* **Material for this exercise**
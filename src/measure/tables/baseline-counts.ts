/** Counts and weights of the baselines in the order of the result. */
import type { BaselineTally } from "../baseline-tally.ts";
import { BAD, FLAGGED, USABLE, WEIGHTLESS, ZERO } from "../prepared.ts";
import { Counts } from "./counts.ts";

export class BaselineCounts {
  private readonly tally: BaselineTally;
  private readonly order: Int32Array;
  private readonly each: readonly Counts[];
  readonly all = new Counts();

  /** @param order  the tally's number of each baseline, in the order of the result */
  constructor(tally: BaselineTally, order: Int32Array) {
    this.tally = tally;
    this.order = order;
    this.each = Array.from(order, (number) => {
      const counts = new Counts();
      for (let product = 0; product < tally.products; product++) {
        counts.usable += tally.count(number, product, USABLE);
        counts.flagged += tally.count(number, product, FLAGGED);
        counts.bad += tally.count(number, product, BAD);
        counts.zero += tally.count(number, product, ZERO);
      }
      return counts;
    });
    for (const counts of this.each) this.all.add(counts);
  }

  of(baseline: number): Counts {
    return this.each[baseline]!;
  }

  /** Typical weight of a usable sample of some products of a baseline; NaN without any. */
  meanWeight(baseline: number, products: readonly number[]): number {
    const number = this.order[baseline]!;
    let weight = 0;
    let samples = 0;
    for (const product of products) {
      weight += this.tally.usableWeight(number, product);
      samples += this.tally.count(number, product, USABLE);
    }
    return weight / samples;
  }

  /**
   * Sensitivity of natural weighting lost to flags and bad values: 1 - sqrt(usable weight / all weight). A flagged
   * sample had |weight| before; one whose weight is 0 or not finite is given the mean usable one of its product.
   *
   * @param products  those that count
   * @returns NaN where they have no usable sample
   */
  sensitivityLost(products: readonly number[]): number {
    let usable = 0;
    let lost = 0;
    for (const product of products) {
      let weight = 0;
      let samples = 0;
      let unweighed = 0;
      for (const number of this.order) {
        weight += this.tally.usableWeight(number, product);
        samples += this.tally.count(number, product, USABLE);
        lost += this.tally.flaggedWeight(number, product);
        unweighed += this.tally.count(number, product, WEIGHTLESS) + this.tally.count(number, product, BAD);
      }
      usable += weight;
      if (samples > 0) lost += (unweighed * weight) / samples;
    }
    return 1 - Math.sqrt(usable / (usable + lost));
  }
}
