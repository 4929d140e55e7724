import { assessQuickCheck } from '@/lib/domain/assessment/quick-check';
import type { QuickCheckInput } from '@/lib/domain/assessment/quick-schema';
import type { QuantityAssessment } from '@/lib/numerics/assessment';

/** Each three consecutive grids assessed for themselves, the finest first. */
export function assessTriples(input: QuickCheckInput, quantity: QuantityAssessment): QuantityAssessment[] {
  return quantity.triples.flatMap(({ grids }) => {
    const result = assessQuickCheck({ ...input, grids: input.grids.filter(({ label }) => label !== undefined && grids.includes(label)) }, quantity.name);
    return result.ok ? result.assessment.quantities : [];
  });
}
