'use client';

import { useDeferredValue, useMemo, useState } from 'react';
import '../api/configure-zod';
import { ErrorFigure } from '../figures/error-figure';
import { ErrorFigureNote } from '../figures/error-figure-note';
import { ValueFigure } from '../figures/value-figure';
import { FormActions } from '../forms/form-actions';
import { FaultText } from '../forms/fault-text';
import { Button } from '../ui/button';
import { CopyButton } from '../ui/copy-button';
import { EmptyState } from '../ui/empty-state';
import { PageTitle } from '../ui/page-title';
import { Section } from '../ui/section';
import { Sym } from '../ui/symbols';
import { TextButton } from '../ui/text-link';
import { quickTsv } from './as-tsv';
import type { PastedTable } from './parse-table';
import { QuickFields } from './quick-fields';
import { QuickResult, QuickStatement } from './quick-result';
import { columnsOf, emptyQuick, exampleQuick, isBlankRow, withEmptyRow } from './quick-state';
import { readQuick } from './read-quick';
import { TableEntry } from './table-entry';

const apart = { tab: 'by tabs', semicolon: 'by semicolons', comma: 'by commas', space: 'by spaces' } as const;

function pastedWords({ rows, separator, hadHeader }: PastedTable): string {
  return `Pasted ${rows.length} row${rows.length === 1 ? '' : 's'}, apart ${apart[separator]}${hadHeader ? '; the line of names was left out' : ''}.`;
}

/** A small table, judged as it is typed. Nothing leaves the browser. */
export function QuickCheckView() {
  const [state, setState] = useState(emptyQuick);
  const [pasted, setPasted] = useState<PastedTable | null>(null);
  const reading = useMemo(() => readQuick(state), [state]);
  const shown = useDeferredValue(reading);
  const { assessment, input } = shown;
  const columns = columnsOf(state);
  const isEmpty = state.rows.every(isBlankRow);
  const clear = () => {
    setPasted(null);
    setState({ ...state, rows: withEmptyRow([], columns.length) });
  };
  return (
    <>
      <Section
        note={(
          <>
            <p><b>Computed in this page.</b> What you type does not leave your browser.</p>
            <p>A spacing may be given as <Sym>h</Sym>, as cells in all, or as cells per direction. Counts per direction read as totals would double or treble an order.</p>
            <p>A value without a known one needs three grids. Errors need four for an outcome.</p>
            {assessment && <ErrorFigureNote fields={assessment.fields} />}
          </>
        )}
      >
        <PageTitle under="Type or paste a small table; read order, extrapolated value and grid convergence index.">Quick check</PageTitle>
        {assessment && <QuickStatement assessment={assessment} />}
        <div className={`mt-6 grid gap-x-10 gap-y-8 ${state.holds === 'values' ? 'wide:grid-cols-[312px_minmax(0,1fr)]' : 'wide:grid-cols-[400px_minmax(0,1fr)]'}`}>
          <div className="min-w-0">
            <QuickFields state={state} reading={reading} onChange={setState} />
            <div className="mt-6">
              <TableEntry columns={columns} rows={state.rows} labels={reading.labels} faults={reading.cells} onChange={(rows) => setState({ ...state, rows })} onPasted={setPasted} />
            </div>
            {reading.table.map((message) => <FaultText key={message} text={message} />)}
            <p className="mt-1 min-h-5 text-note text-graphite">
              <span role="status">{pasted && pastedWords(pasted)}</span> {!isEmpty && <TextButton onClick={clear}>Clear the table</TextButton>}
            </p>
            <FormActions>
              {isEmpty && <Button onClick={() => setState(exampleQuick)}>Fill in an example</Button>}
              {assessment && <CopyButton text={() => quickTsv(state, reading.labels, assessment)}>Copy as TSV</CopyButton>}
            </FormActions>
          </div>
          <div className="min-w-0">
            {assessment?.quantities.map((quantity) => <ValueFigure key={quantity.name} quantity={quantity} />)}
            {assessment && assessment.fields.length > 0 && <ErrorFigure fields={assessment.fields} />}
            {!assessment && <EmptyState needed="Two rows show the first numbers.">The figure of the table belongs here.</EmptyState>}
          </div>
        </div>
      </Section>
      {assessment && input && <QuickResult input={input} assessment={assessment} />}
    </>
  );
}
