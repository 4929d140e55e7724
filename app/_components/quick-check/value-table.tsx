import { estimatedBand } from '@/lib/domain/assessment/estimated-band';
import type { QuickCheckInput } from '@/lib/domain/assessment/quick-schema';
import { formatMeasure } from '@/lib/domain/numbers/format-measure';
import { formatOrder } from '@/lib/domain/numbers/format-order';
import { formatPercent } from '@/lib/domain/numbers/format-percent';
import { formatValue } from '@/lib/domain/numbers/format-value';
import type { QuantityAssessment } from '@/lib/numerics/assessment';
import { Cell, HeadCell, Missing, RowHead } from '../tables/cells';
import { Head, Row, Table } from '../tables/table';
import { FormulaText } from '../ui/formula-text';
import { assessTriples } from './triple-rows';

function Shown({ value, as, why }: { value: number | null; as: (value: number) => string; why: string }) {
  return value === null ? <Missing reason={why} /> : <FormulaText text={as(value)} />;
}

/** Order, extrapolated value and uncertainty from each three grids, or from all by a fit. */
export function ValueTable({ input, quantity }: { input: QuickCheckInput; quantity: QuantityAssessment }) {
  const isFitted = quantity.procedure === 'least-squares';
  const rows = isFitted ? [] : assessTriples(input, quantity);
  const { name } = estimatedBand(quantity);
  const shown = rows.length === 0 ? [quantity] : rows;
  return (
    <Table number={1} caption={isFitted ? 'From all grids.' : rows.length === 0 ? 'From two grids and the formal order.' : 'From each three grids, the finest three first.'}>
      <Head>
        <tr>
          <HeadCell>Grids</HeadCell><HeadCell>Convergence</HeadCell><HeadCell num>Order observed</HeadCell><HeadCell num>Order used</HeadCell>
          <HeadCell num>Extrapolated</HeadCell><HeadCell num>Relative change</HeadCell><HeadCell num>{name}</HeadCell><HeadCell num>{name}, in unit</HeadCell>
        </tr>
      </Head>
      <tbody>
        {shown.map((row) => (
          <Row key={row.values.map(({ label }) => label).join(' ')}>
            <RowHead className="whitespace-nowrap">{row.values.map(({ label }) => label).join(', ')}</RowHead>
            <Cell>{row.convergence?.replace('-', ', ') ?? <Missing reason="Fewer than three grids" />}</Cell>
            <Cell num><Shown value={row.orderObserved} as={(order) => formatOrder(order)} why="No order observed" /></Cell>
            <Cell num><Shown value={row.orderUsed} as={(order) => formatOrder(order)} why="No order used" /></Cell>
            <Cell num><Shown value={row.extrapolated} as={(value) => formatValue(value, estimatedBand(row).absolute)} why="Not extrapolated" /></Cell>
            <Cell num><Shown value={row.relativeChange} as={formatPercent} why="No change to tell" /></Cell>
            <Cell num><Shown value={estimatedBand(row).fraction} as={formatPercent} why={`No ${name}`} /></Cell>
            <Cell num><Shown value={estimatedBand(row).absolute} as={(value) => formatMeasure(value)} why={`No ${name}`} /></Cell>
          </Row>
        ))}
      </tbody>
    </Table>
  );
}
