import { estimatedBand } from '@/lib/domain/assessment/estimated-band';
import type { QuantityAssessment, SeriesAssessment } from '@/lib/numerics/assessment';
import { columnsOf, isBlankRow, type QuickState } from './quick-state';

const line = (cells: readonly (string | number | null)[]) => cells.map((cell) => cell ?? '').join('\t');

function bandLines(quantity: QuantityAssessment): string[] {
  const { name, fraction, absolute } = estimatedBand(quantity);
  return [line(['procedure', quantity.procedure]), line([name, fraction]), line([`${name} in the unit`, absolute])];
}

/** The table as typed and what came of it, in full precision, for a spreadsheet. */
export function quickTsv(state: QuickState, labels: readonly string[], assessment: SeriesAssessment): string {
  const typed = state.rows.flatMap((row, index) => (isBlankRow(row) ? [] : [line([labels[index] ?? '', ...row.map((cell) => cell.trim())])]));
  const quantities = assessment.quantities.flatMap((quantity) => [
    line(['order observed', quantity.orderObserved]), line(['order used', quantity.orderUsed]), line(['extrapolated', quantity.extrapolated]),
    line(['relative change', quantity.relativeChange]), ...bandLines(quantity),
  ]);
  const pairs = assessment.fields.flatMap(({ norm, outcome, orders }) => [
    line([norm, 'outcome', outcome]), ...orders.toReversed().map(({ coarse, fine, order }) => line([norm, `order of grids ${coarse}, ${fine}`, order])),
  ]);
  return [line(['grid', ...columnsOf(state)]), ...typed, '', ...quantities, ...pairs].join('\n');
}
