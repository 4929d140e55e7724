import type { QuickCheckInput } from '@/lib/domain/assessment/quick-schema';
import { formatMeasure } from '@/lib/domain/numbers/format-measure';
import { formatOrder } from '@/lib/domain/numbers/format-order';
import { formatPercent } from '@/lib/domain/numbers/format-percent';
import { formatValue } from '@/lib/domain/numbers/format-value';
import type { QuantityAssessment } from '@/lib/numerics/assessment';
import { Cell, HeadCell, Missing, RowHead } from '../tables/cells';
import { Head, Row, Table } from '../tables/table';
import { FormulaText } from '../ui/formula-text';
import { assessTriples } from './triple-rows';

function Shown({ value, as, why }: { value: number | null; as: (value: number) => string; why: string }) {
  return value === null ? <Missing reason={why} /> : <FormulaText text={as(value)} />;
}

/** Order, extrapolated value and grid convergence index from each three grids. */
export function ValueTable({ input, quantity }: { input: QuickCheckInput; quantity: QuantityAssessment }) {
  const rows = assessTriples(input, quantity);
  const shown = rows.length === 0 ? [quantity] : rows;
  return (
    <Table number={1} caption={rows.length === 0 ? 'From two grids and the formal order.' : 'From each three grids, the finest three first.'}>
      <Head>
        <tr>
          <HeadCell>Grids</HeadCell><HeadCell>Convergence</HeadCell><HeadCell num>Order observed</HeadCell><HeadCell num>Order used</HeadCell>
          <HeadCell num>Extrapolated</HeadCell><HeadCell num>Relative change</HeadCell><HeadCell num>GCI</HeadCell><HeadCell num>GCI, in unit</HeadCell>
        </tr>
      </Head>
      <tbody>
        {shown.map((row) => (
          <Row key={row.values.map(({ label }) => label).join(' ')}>
            <RowHead className="whitespace-nowrap">{row.values.map(({ label }) => label).join(', ')}</RowHead>
            <Cell>{row.convergence?.replace('-', ', ') ?? <Missing reason="Fewer than three grids" />}</Cell>
            <Cell num><Shown value={row.orderObserved} as={(order) => formatOrder(order)} why="No order observed" /></Cell>
            <Cell num><Shown value={row.orderUsed} as={(order) => formatOrder(order)} why="No order used" /></Cell>
            <Cell num><Shown value={row.extrapolated} as={(value) => formatValue(value, row.gciAbsolute)} why="Not extrapolated" /></Cell>
            <Cell num><Shown value={row.relativeChange} as={formatPercent} why="No change to tell" /></Cell>
            <Cell num><Shown value={row.gci} as={formatPercent} why="No GCI" /></Cell>
            <Cell num><Shown value={row.gciAbsolute} as={(value) => formatMeasure(value)} why="No GCI" /></Cell>
          </Row>
        ))}
      </tbody>
    </Table>
  );
}
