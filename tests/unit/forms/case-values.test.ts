import { describe, expect, it } from 'vitest';
import { checkCaseValues } from '@/app/_components/cases/case-definition';
import { caseField } from '@/app/_components/cases/case-field';
import { emptyCase, newField, valuesOfCase, type CaseValues } from '@/app/_components/cases/case-values';
import { plannedGrids } from '@/app/_components/cases/planned-grids';
import type { Case } from '@/lib/domain/cases/schema';
import type { ProblemDefinition } from '@/lib/domain/problems/schema';

const problem: ProblemDefinition = { equation: 'heat', dimension: 2, unsteady: false, constants: {}, exact: { T: 'x*y' } };
const field = newField('T');
const typed: CaseValues = {
  ...emptyCase({ code: 'brack', problem: 'plate' }), name: 'Plate',
  fields: [{ ...field, citation: 'Two-point flux', norms: field.norms.slice(0, 3).map((norm) => ({ ...norm, formalOrder: '2', counts: norm.norm !== 'L1' })) }],
  gridPlan: plannedGrids({ coarsest: '8', ratio: '2', count: '3', spacingAs: 'cellsPerDirection', dimension: 2 }) ?? [],
};

const faultsOf = (values: CaseValues) => {
  const checked = checkCaseValues(values, problem);
  return checked.ok ? [] : checked.faults.map(({ path }) => caseField(path, values));
};

describe('checkCaseValues(values, problem)', () => {
  it('gives what the API takes', () => {
    expect(checkCaseValues(typed, problem)).toMatchObject({
      ok: true, typed: {
        kind: 'order', fields: [{ field: 'T', norms: [{ norm: 'L1', counts: false }, { norm: 'L2', formalOrder: 2, backing: { citation: 'Two-point flux' } }, { norm: 'Linf' }] }],
        gridPlan: [{ label: 'n8', cellsPerDirection: 8 }, { label: 'n16', cellsPerDirection: 16 }, { label: 'n32', cellsPerDirection: 32 }],
      },
    });
  });

  it('names the field of the form for each fault', () => {
    const [own] = typed.fields;
    const norms = own?.norms ?? [];
    const withNorm = (at: number, part: object) => ({ ...typed, fields: [{ ...field, norms: norms.map((norm, index) => (index === at ? { ...norm, ...part } : norm)) }] });
    expect(faultsOf(withNorm(1, { tolerance: '0,1x' }))).toEqual(['fields.0.norms.1.tolerance']);
    expect(faultsOf(withNorm(1, { tolerance: '0.5' }))).toEqual(['fields.0.norms.1.tolerance']);
    expect(faultsOf({ ...typed, fields: [] })).toEqual(['fields.root']);
    expect(faultsOf({ ...typed, gridPlan: [{ label: '', spacing: '', dt: '', kept: null }, { label: 'a', spacing: '8 x 8 x 8', dt: '', kept: null }] })).toEqual(['gridPlan.1.spacing']);
  });

  it('keeps what the form does not ask for', () => {
    const found = {
      name: 'Plate', slug: 'plate', kind: 'order', code: { id: '1', slug: 'brack', name: 'brack' }, problem: { id: '2', slug: 'plate', name: 'Plate' },
      options: {}, quantities: [], requirements: [], sampling: undefined, minimumGrids: undefined, columns: null,
      fields: [{ field: 'T', datum: 'none', norms: [{ norm: 'L2', formalOrder: 2, counts: true, expectExact: false, reference: 3 }] }],
      gridPlan: [{ label: 'a', cells: 64, dt: 0.5 }],
    } as unknown as Case;
    const checked = checkCaseValues(valuesOfCase(found), problem);
    expect(checked).toMatchObject({ ok: true, typed: { fields: [{ norms: [{ norm: 'L2', reference: 3 }] }], gridPlan: [{ label: 'a', cells: 64, dt: 0.5 }] } });
  });
});

describe('plannedGrids(series)', () => {
  it('multiplies cells in all by the ratio along each direction', () => {
    expect(plannedGrids({ coarsest: '64', ratio: '2', count: '3', spacingAs: 'cells', dimension: 2 })?.map(({ spacing }) => spacing)).toEqual(['64', '256', '1024']);
  });

  it('is null while the series cannot be told', () => {
    expect(plannedGrids({ coarsest: '', ratio: '2', count: '5', spacingAs: 'h', dimension: 1 })).toBeNull();
    expect(plannedGrids({ coarsest: '0.1', ratio: '1', count: '5', spacingAs: 'h', dimension: 1 })).toBeNull();
  });
});
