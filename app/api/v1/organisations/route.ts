import { route } from '@/app/_server/route';
import { createOrganisationContract } from '@/lib/domain/people/schema';
import { addOrganisation } from '@/lib/services/people/add-organisation';

export const POST = route(createOrganisationContract, ({ ctx, body }) => addOrganisation(ctx, body));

* **Task requirements**
Copy task for the entries above: every line with the string "apart".

* **Problem solution**
const apart = { tab: 'by tabs', semicolon: 'by semicolons', comma: 'by commas', space: 'by spaces' } as const;
  return `Pasted ${rows.length} row${rows.length === 1 ? '' : 's'}, apart ${apart[separator]}${hadHeader ? '; the line of names was left out' : ''}.`;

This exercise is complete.